Матвей не мог взять в толк, как он оказался преступником, при том, что никакого убийства не совершал, оказался без вины виноватый. Долгими часами он крутил в голове, как могло такое случиться, что за обстоятельства произошли, устроившие его на лагерные нары? И каждый раз приходил к мысли: либо его кто заведомо подставил, либо он оказался в не нужном и в не нужное время месте, где совершилось преступление. Но кто, кто?!
Ещё одна неприятность свалилась на голову Матвея с первого дня, давила морально. Пахан по кличке Хрящ наседал на Матвея к «прописке», сломаться, прогнуться под ним, стать шестёркой-гладиатором, войти в братву, а если в отказ, так обратить в касту обиженных, занимающих самое позорное и бесправное положение на зоне.
Не в характере Матвея под кем-либо расстилаться и заключённому отвечал грубостью. Хрящ на зоне был фигурой в авторитете, главенствующей над урками, коих на зоне полные бараки. Хрящ угрожал: «Ерепениться будешь – перо меж рёбер сунем.
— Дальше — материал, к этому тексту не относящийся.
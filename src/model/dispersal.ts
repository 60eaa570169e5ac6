// A dispersal: who sets out, and by which rule those that left find another patch.
import type { DispersalSpec } from '../spec/schema/spec.ts';
import { checkOwnKeys, numbersIn } from './class-rates.ts';
import { classIndex, classMask, fail, patchIndex, type Context } from './context.ts';
import { resolveKernel } from './kernel.ts';
import { resolveLinks } from './links.ts';
import type { DispersalPhase, DispersalRule, RateTable, WaysByYear } from './model.ts';
import type { Where } from './numbers.ts';
import { buildTable, whereIn, withinBounds } from './rates.ts';
import { requirePlaces } from './places.ts';
import { isThere, waysByYear } from './ways.ts';

export function resolveDispersal(context: Context, name: string, spec: DispersalSpec): DispersalPhase | null {
  const moves = classMask(context, spec.classes, [name, 'classes']);
  if (spec.shares !== undefined) return bySharesTable(context, { name, spec, moves, shares: spec.shares });
  if (!hasKernelParts(context, name, spec)) return null;
  const { memory, numbers } = context;
  const toLeave = (): RateTable => leavingTable(context, { name, spec, moves });
  const leaving = memory === undefined ? toLeave() : memory.leaving.of(name, numbers, toLeave);
  const ways = waysByYear(context, { name, spec }, (there) => {
    const rule = kernelRule(there, name, spec);
    const links = resolveLinks(there, name, spec);
    return rule === null ? null : { rule, links };
  });
  return ways === null ? null : { kind: 'dispersal', name, moves, leaving, ...ways.first, ...byYearOf(ways) };
}

function byYearOf({ byYear }: WaysByYear): Pick<DispersalPhase, 'byYear'> {
  return byYear === undefined ? {} : { byYear };
}

interface Named {
  readonly name: string;
  readonly spec: DispersalSpec;
  readonly moves: Uint8Array;
}

/** Keys whose part a table of shares plays already. */
const notWithShares = [
  'leaving',
  'kernel',
  'attraction',
  'leavers',
  'distance',
  'hazard',
  'survival-on-the-way',
] as const;

function bySharesTable(
  context: Context,
  { name, spec, moves, shares }: Named & { readonly shares: NonNullable<DispersalSpec['shares']> },
): DispersalPhase | null {
  for (const key of notWithShares) {
    if (spec[key] !== undefined) {
      fail(context, 'dispersal-shape', [name, key], {
        message: `\`${key}\` and \`shares\` exclude each other`,
        part: 'key',
        details: { fix: 'Shares already say who leaves and who arrives where: remove one of the two.' },
      });
    }
  }
  refuseOwnLeaving(context, name);
  const ways = waysByYear(context, { name, spec }, (there) => {
    const table = sharesTable(there, name, shares);
    return { rule: { by: 'shares', shares: table }, links: resolveLinks(there, name, spec) };
  });
  if (ways === null) return null;
  const { epochs = [ways.first], epochOf = new Int32Array(0) } = ways.byYear ?? {};
  const leaving = epochs.map(({ rule }) =>
    rule.by === 'shares' ? sumOfShares(context, { name, moves, table: rule.shares }) : new Float64Array(0),
  );
  return {
    kind: 'dispersal',
    name,
    moves,
    leaving: { epochs: leaving, epochOf },
    ...ways.first,
    ...byYearOf(ways),
  };
}

/** Share that goes from p to q at q * P + p, as it is in the first year of the context. */
function sharesTable(context: Context, name: string, shares: NonNullable<DispersalSpec['shares']>): Float64Array {
  const patchCount = context.patches.length;
  const table = new Float64Array(patchCount * patchCount);
  for (const [from, row] of Object.entries(shares)) {
    const p = patchIndex(context, from, [name, 'shares', from]);
    for (const [to, expression] of Object.entries(row)) {
      const path = [name, 'shares', from, to];
      const q = patchIndex(context, to, path);
      if (p < 0 || q < 0) continue;
      if (p === q) tellSelf(context, path);
      const value = context.numbers.value(expression, path, whereIn(context, p, context.time.firstYear));
      const told = { expression, path, what: `share that goes to ${to}` };
      const open = withinBounds(context, told, { value, bounds: 'share', patch: from }) && isThere(context, q);
      if (open) table[q * patchCount + p] = value;
    }
  }
  return table;
}

/** Shares say for every patch who leaves it, so nothing can be different under `in`. */
function refuseOwnLeaving(context: Context, name: string): void {
  for (const { name: patch } of context.patches) {
    if (numbersIn(context, patch, name) === undefined) continue;
    fail(context, 'dispersal-shape', ['in', patch, name], {
      message: `\`${name}\` has a table of shares, which already says who leaves ${patch}`,
      part: 'key',
      details: { fix: 'Remove this, and change the shares.' },
    });
  }
}

function tellSelf(context: Context, path: readonly string[]): void {
  fail(context, 'self-share', path, {
    message: 'A share goes from a patch to itself',
    part: 'key',
    details: { fix: 'Remove it: who does not leave stays.' },
  });
}

function sumOfShares(
  context: Context,
  { name, moves, table }: { readonly name: string; readonly moves: Uint8Array; readonly table: Float64Array },
): Float64Array {
  const [patchCount, classCount] = [context.patches.length, context.classes.length];
  const leaving = new Float64Array(patchCount * classCount);
  for (let p = 0; p < patchCount; p++) {
    let sum = 0;
    for (let q = 0; q < patchCount; q++) sum += table[q * patchCount + p] ?? 0;
    const from = context.patches[p]?.name ?? '';
    if (sum > 1 + 1e-9) {
      fail(context, 'shares-above-one', [name, 'shares', from], {
        message: `The shares that leave ${from} add up to ${Number(sum.toFixed(6))}`,
        part: 'key',
        details: { expected: 'at most 1' },
      });
    }
    for (let c = 0; c < classCount; c++) if (moves[c] === 1) leaving[p * classCount + c] = Math.min(1, sum);
  }
  return leaving;
}

function hasKernelParts(context: Context, name: string, spec: DispersalSpec): boolean {
  const wanted = {
    leaving: 'the share that sets out, such as `leaving: 0.2`, or a table of `shares`',
    kernel: 'such as `kernel: { shape: exponential, mean: 4 km }`, or a table of `shares`',
    leavers: '`leavers: all arrive` (isolation costs nothing by itself) or `leavers: may miss`',
  } as const;
  let complete = true;
  for (const key of ['leaving', 'kernel', 'leavers'] as const) {
    if (spec[key] !== undefined) continue;
    complete = false;
    fail(context, 'dispersal-shape', [name], {
      message: `The dispersal \`${name}\` does not say \`${key}\``,
      part: 'key',
      details: { expected: wanted[key] },
    });
  }
  if (spec.hazard !== undefined && spec['survival-on-the-way'] !== undefined) {
    complete = false;
    fail(context, 'dispersal-shape', [name, 'hazard'], {
      message: '`hazard` and `survival-on-the-way` exclude each other',
      part: 'key',
      details: { fix: 'Remove one of the two.' },
    });
  }
  return complete;
}

function leavingTable(context: Context, { name, spec, moves }: Named): RateTable {
  const { leaving } = spec;
  if (typeof leaving === 'object') {
    for (const key of Object.keys(leaving)) {
      const c = classIndex(context, key, [name, 'leaving', key]);
      if (c < 0 || moves[c] === 1) continue;
      fail(context, 'dispersal-shape', [name, 'leaving', key], {
        message: `\`${key}\` leaves, but is not among the classes of \`${name}\``,
        part: 'key',
        details: { fix: `Add it to \`classes\`, or remove it here.` },
      });
    }
  }
  checkOwnKeys(context, name);
  return buildTable(context, {
    size: context.classes.length,
    bounds: 'share',
    written: (p, c) => {
      if (leaving === undefined || moves[c] !== 1) return null;
      const patch = context.patches[p]?.name ?? '';
      const own = numbersIn(context, patch, name)?.[context.classes[c] ?? ''];
      if (typeof own === 'number' || typeof own === 'string') {
        return { expression: own, path: ['in', patch, name, context.classes[c] ?? ''], what: 'leaving share' };
      }
      if (typeof leaving !== 'object') return { expression: leaving, path: [name, 'leaving'], what: 'leaving share' };
      const key = context.classes[c] ?? '';
      const expression = leaving[key];
      return expression === undefined
        ? null
        : { expression, path: [name, 'leaving', key], what: `leaving share of ${key}` };
    },
  });
}

function kernelRule(context: Context, name: string, spec: DispersalSpec): DispersalRule | null {
  const { kernel, leavers } = spec;
  if (kernel === undefined || leavers === undefined) return null;
  if (!requirePlaces(context, name, spec['distance-between'])) return null;
  const resolved = resolveKernel(context, name, kernel);
  const attraction = attractionOf(context, name, spec);
  if (leavers === 'may miss') requireAreas(context, name);
  const where: Where = { year: context.time.firstYear };
  const onTheWay = spec['survival-on-the-way'] ?? 1;
  const wayPath = [name, 'survival-on-the-way'];
  const survivalOnTheWay = context.numbers.value(onTheWay, wayPath, where);
  withinBounds(
    context,
    { expression: onTheWay, path: wayPath, what: 'survival on the way' },
    { value: survivalOnTheWay, bounds: 'share', patch: undefined },
  );
  const hazardPath = [name, 'hazard'];
  const hazardPerKm = context.numbers.value(spec.hazard ?? 0, hazardPath, { ...where, dimension: 'per-length' });
  withinBounds(
    context,
    { expression: spec.hazard ?? 0, path: hazardPath, what: 'hazard per km' },
    { value: hazardPerKm, bounds: 'from zero', patch: undefined },
  );
  if (resolved === null) return null;
  return {
    by: 'kernel',
    kernel: resolved,
    ...(spec['distance-between'] === 'nearest edges' ? { between: 'nearest edges' } : {}),
    attraction,
    leavers,
    hazardPerKm,
    survivalOnTheWay,
    ...(leavers === 'may miss' ? areasOf(context) : {}),
  };
}

/** Areas as they are in this year, where they are not the same in all. */
function areasOf(context: Context): { readonly areaKm2?: Float64Array } {
  const { firstYear } = context.time;
  const areas = context.patches.map((patch, p) => {
    const where = whereIn(context, p, firstYear);
    const written = where.attributes?.get('area');
    const value = context.numbers.attribute('area', where) ?? patch.areaKm2 ?? NaN;
    if (typeof written === 'object') {
      withinBounds(context, { ...written, what: 'area' }, { value, bounds: 'from zero', patch: patch.name });
    }
    return value;
  });
  return areas.every((area, p) => area === context.patches[p]?.areaKm2) ? {} : { areaKm2: Float64Array.from(areas) };
}

function attractionOf(context: Context, name: string, spec: DispersalSpec): Float64Array {
  const expression = spec.attraction ?? 1;
  const path = [name, 'attraction'];
  return Float64Array.from(context.patches, (patch, p) => {
    const value = context.numbers.value(expression, path, whereIn(context, p, context.time.firstYear));
    withinBounds(context, { expression, path, what: 'attraction' }, { value, bounds: 'from zero', patch: patch.name });
    return isThere(context, p) ? value : 0;
  });
}

function requireAreas(context: Context, name: string): void {
  const without = context.patches.filter((patch) => patch.areaKm2 === null);
  if (without.length === 0) return;
  fail(context, 'missing-area', [name, 'leavers'], {
    message: `Leavers may miss, and \`${without[0]?.name}\` has no area`,
    details: {
      expected: 'an `area` for every patch',
      reason: 'The chance of meeting a patch is the kernel at its distance times its area.',
    },
  });
}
Прикинь мозгами», за что Матвей приложил свой увесистый кулак по его скуле, да так, что у того в глазах помутнело. Злобу затаил Хрящ не на шутку: «Ну, всё, тебе кранты!.. Готовь берёзку для креста». Пришлось быть постоянно настороже, сон стал тревожный, ждал подонка с заточкой, чтоб успеть упредить удар.
А вскоре так и произошло. Подсознание или ангел-хранитель прервали сон. Матвей успел схватить убийцу за горло, заточка выпала из рук безжизненного тела. Начальство не разбиралось о происхождении трупа, да хоть всех друг дружку кто меж собой грызутся, поубивайте, хлопот меньше. Хрящ же Матвею сказал: «Ладно, раз масть такая выпала, так замнём – живи. А покойничка не жалко, сам хотел Суслика придушить – крысятничать начал». В чём Суслик крысятничал от общага окружения Хряща, Матвея не интересовало, ни к чему, меньше знаешь – крепче спишь. Блатные отстали, стало на душе спокойней, но внутри кошки скребли, доверять этим отбросам общества рот не разевай.
Первые майские дни выдались солнечными и удивительно тёплыми, и посёлок Артёмовский освободился от снега. Вершины же сопок, окружавшие посёлок, и верхние части склонов сопок ещё в белоснежном покрывале, но если так будет палить солнце и дальше, они начнут привлекать внимание жителей набухшими и распускающимися ветками берёз и осины, средь которых красуются вечнозелёные сосны и ели, радовать журчанием ключей, впадающих в Бодайбинку. Такое тепло и таяние зимнего покрова, как ныне, удавалось не каждый год. Проталины в урочищах речек и ключей уже ожили, журчали, несли свои воды, торопились их сбросить в Бодайбинку, а та уж дождалась и весело несла потоки к угрюмому Витиму. Не зря этой таёжной реке дали название «Угрюм-река» – суровая, своенравная, не терпит людской беспечности.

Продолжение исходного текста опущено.